++++ INPUT

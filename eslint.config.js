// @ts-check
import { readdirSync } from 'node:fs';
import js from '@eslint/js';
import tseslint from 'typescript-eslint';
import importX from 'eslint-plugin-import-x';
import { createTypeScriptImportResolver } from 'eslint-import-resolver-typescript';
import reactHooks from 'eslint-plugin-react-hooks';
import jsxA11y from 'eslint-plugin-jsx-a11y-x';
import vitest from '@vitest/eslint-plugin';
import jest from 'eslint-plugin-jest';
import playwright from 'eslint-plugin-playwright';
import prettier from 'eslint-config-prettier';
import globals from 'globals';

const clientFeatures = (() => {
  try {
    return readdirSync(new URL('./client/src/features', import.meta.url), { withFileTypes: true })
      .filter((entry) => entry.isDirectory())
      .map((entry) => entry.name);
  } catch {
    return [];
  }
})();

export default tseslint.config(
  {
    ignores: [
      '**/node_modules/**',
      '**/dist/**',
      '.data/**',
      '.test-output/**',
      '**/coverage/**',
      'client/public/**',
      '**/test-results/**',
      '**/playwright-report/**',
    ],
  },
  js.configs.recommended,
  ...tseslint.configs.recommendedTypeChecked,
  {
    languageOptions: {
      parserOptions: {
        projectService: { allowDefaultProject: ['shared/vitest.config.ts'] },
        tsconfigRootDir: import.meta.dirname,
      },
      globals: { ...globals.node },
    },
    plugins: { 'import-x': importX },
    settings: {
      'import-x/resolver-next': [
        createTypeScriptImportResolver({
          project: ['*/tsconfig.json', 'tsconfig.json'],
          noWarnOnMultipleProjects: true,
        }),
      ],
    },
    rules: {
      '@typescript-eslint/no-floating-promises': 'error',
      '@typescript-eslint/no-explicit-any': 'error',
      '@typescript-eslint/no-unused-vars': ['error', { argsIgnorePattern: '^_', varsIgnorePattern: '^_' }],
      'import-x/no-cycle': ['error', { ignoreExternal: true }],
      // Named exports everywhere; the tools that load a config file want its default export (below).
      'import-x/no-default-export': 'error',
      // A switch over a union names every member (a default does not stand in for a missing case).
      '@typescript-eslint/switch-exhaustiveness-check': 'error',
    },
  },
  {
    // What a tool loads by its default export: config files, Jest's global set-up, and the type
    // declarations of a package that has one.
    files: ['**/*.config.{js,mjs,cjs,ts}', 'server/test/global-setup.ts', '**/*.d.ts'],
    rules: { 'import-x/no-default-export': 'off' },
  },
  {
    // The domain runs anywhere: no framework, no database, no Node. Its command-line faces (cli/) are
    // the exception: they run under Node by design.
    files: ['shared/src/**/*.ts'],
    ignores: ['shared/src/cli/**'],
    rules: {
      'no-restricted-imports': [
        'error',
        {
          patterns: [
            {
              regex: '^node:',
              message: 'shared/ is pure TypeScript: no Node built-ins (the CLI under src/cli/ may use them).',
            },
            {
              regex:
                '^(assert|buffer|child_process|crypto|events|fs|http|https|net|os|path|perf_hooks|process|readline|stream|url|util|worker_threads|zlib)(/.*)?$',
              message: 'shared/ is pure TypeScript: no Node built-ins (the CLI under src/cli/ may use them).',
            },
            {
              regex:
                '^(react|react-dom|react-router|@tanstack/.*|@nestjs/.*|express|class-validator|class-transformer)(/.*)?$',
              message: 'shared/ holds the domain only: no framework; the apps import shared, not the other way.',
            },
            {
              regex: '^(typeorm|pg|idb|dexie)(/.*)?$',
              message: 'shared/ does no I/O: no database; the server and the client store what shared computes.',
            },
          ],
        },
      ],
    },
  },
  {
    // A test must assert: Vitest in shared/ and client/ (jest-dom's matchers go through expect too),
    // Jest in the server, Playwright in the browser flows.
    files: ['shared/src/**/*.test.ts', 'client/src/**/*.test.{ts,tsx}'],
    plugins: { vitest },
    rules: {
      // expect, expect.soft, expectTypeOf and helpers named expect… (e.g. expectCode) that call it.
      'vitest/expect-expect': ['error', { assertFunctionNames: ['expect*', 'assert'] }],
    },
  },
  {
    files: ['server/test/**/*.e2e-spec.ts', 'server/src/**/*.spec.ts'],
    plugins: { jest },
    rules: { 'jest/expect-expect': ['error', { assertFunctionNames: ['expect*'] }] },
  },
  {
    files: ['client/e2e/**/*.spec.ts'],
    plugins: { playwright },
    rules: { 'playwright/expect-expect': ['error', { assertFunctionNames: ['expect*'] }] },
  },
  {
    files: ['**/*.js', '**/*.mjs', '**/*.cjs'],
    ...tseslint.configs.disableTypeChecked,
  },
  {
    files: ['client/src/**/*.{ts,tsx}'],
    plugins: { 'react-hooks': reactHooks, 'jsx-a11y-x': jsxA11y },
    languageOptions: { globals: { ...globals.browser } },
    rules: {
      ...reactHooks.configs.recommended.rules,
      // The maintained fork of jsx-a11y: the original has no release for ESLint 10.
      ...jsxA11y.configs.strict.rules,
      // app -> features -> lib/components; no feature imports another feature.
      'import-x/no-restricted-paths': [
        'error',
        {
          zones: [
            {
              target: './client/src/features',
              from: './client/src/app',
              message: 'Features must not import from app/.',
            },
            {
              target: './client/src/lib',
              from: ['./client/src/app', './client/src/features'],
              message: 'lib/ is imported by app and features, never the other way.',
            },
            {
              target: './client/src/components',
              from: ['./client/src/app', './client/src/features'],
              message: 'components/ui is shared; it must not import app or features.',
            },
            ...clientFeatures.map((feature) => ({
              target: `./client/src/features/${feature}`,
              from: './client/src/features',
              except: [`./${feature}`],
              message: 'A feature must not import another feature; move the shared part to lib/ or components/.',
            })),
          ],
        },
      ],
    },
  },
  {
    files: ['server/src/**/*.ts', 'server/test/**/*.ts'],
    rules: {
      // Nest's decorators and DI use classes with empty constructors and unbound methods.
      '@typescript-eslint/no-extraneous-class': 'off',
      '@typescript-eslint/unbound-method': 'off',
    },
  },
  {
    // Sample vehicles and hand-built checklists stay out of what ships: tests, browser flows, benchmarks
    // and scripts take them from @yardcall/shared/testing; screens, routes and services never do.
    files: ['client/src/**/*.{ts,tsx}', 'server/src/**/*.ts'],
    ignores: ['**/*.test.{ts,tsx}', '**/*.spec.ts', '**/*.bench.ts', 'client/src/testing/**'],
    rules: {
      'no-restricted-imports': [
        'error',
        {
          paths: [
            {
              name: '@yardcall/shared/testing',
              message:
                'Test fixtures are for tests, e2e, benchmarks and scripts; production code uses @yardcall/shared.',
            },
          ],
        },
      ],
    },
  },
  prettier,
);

++++++++

* [WHAT IS NEEDED]: Give back the opening line of the records above and every line after it, up to and including the one with "argsIgnorePattern: '^_', varsIgnorePattern: '^_'", unchanged.

* [ANSWER BOX]:
filename eslint.config.js
// @ts-check
import { readdirSync } from 'node:fs';
import js from '@eslint/js';
import tseslint from 'typescript-eslint';
import importX from 'eslint-plugin-import-x';
import { createTypeScriptImportResolver } from 'eslint-import-resolver-typescript';
import reactHooks from 'eslint-plugin-react-hooks';
import jsxA11y from 'eslint-plugin-jsx-a11y-x';
import vitest from '@vitest/eslint-plugin';
import jest from 'eslint-plugin-jest';
import playwright from 'eslint-plugin-playwright';
import prettier from 'eslint-config-prettier';
import globals from 'globals';

const clientFeatures = (() => {
  try {
    return readdirSync(new URL('./client/src/features', import.meta.url), { withFileTypes: true })
      .filter((entry) => entry.isDirectory())
      .map((entry) => entry.name);
  } catch {
    return [];
  }
})();

export default tseslint.config(
  {
    ignores: [
      '**/node_modules/**',
      '**/dist/**',
      '.data/**',
      '.test-output/**',
      '**/coverage/**',
      'client/public/**',
      '**/test-results/**',
      '**/playwright-report/**',
    ],
  },
  js.configs.recommended,
  ...tseslint.configs.recommendedTypeChecked,
  {
    languageOptions: {
      parserOptions: {
        projectService: { allowDefaultProject: ['shared/vitest.config.ts'] },
        tsconfigRootDir: import.meta.dirname,
      },
      globals: { ...globals.node },
    },
    plugins: { 'import-x': importX },
    settings: {
      'import-x/resolver-next': [
        createTypeScriptImportResolver({
          project: ['*/tsconfig.json', 'tsconfig.json'],
          noWarnOnMultipleProjects: true,
        }),
      ],
    },
    rules: {
      '@typescript-eslint/no-floating-promises': 'error',
      '@typescript-eslint/no-explicit-any': 'error',
      '@typescript-eslint/no-unused-vars': ['error', { argsIgnorePattern: '^_', varsIgnorePattern: '^_' }],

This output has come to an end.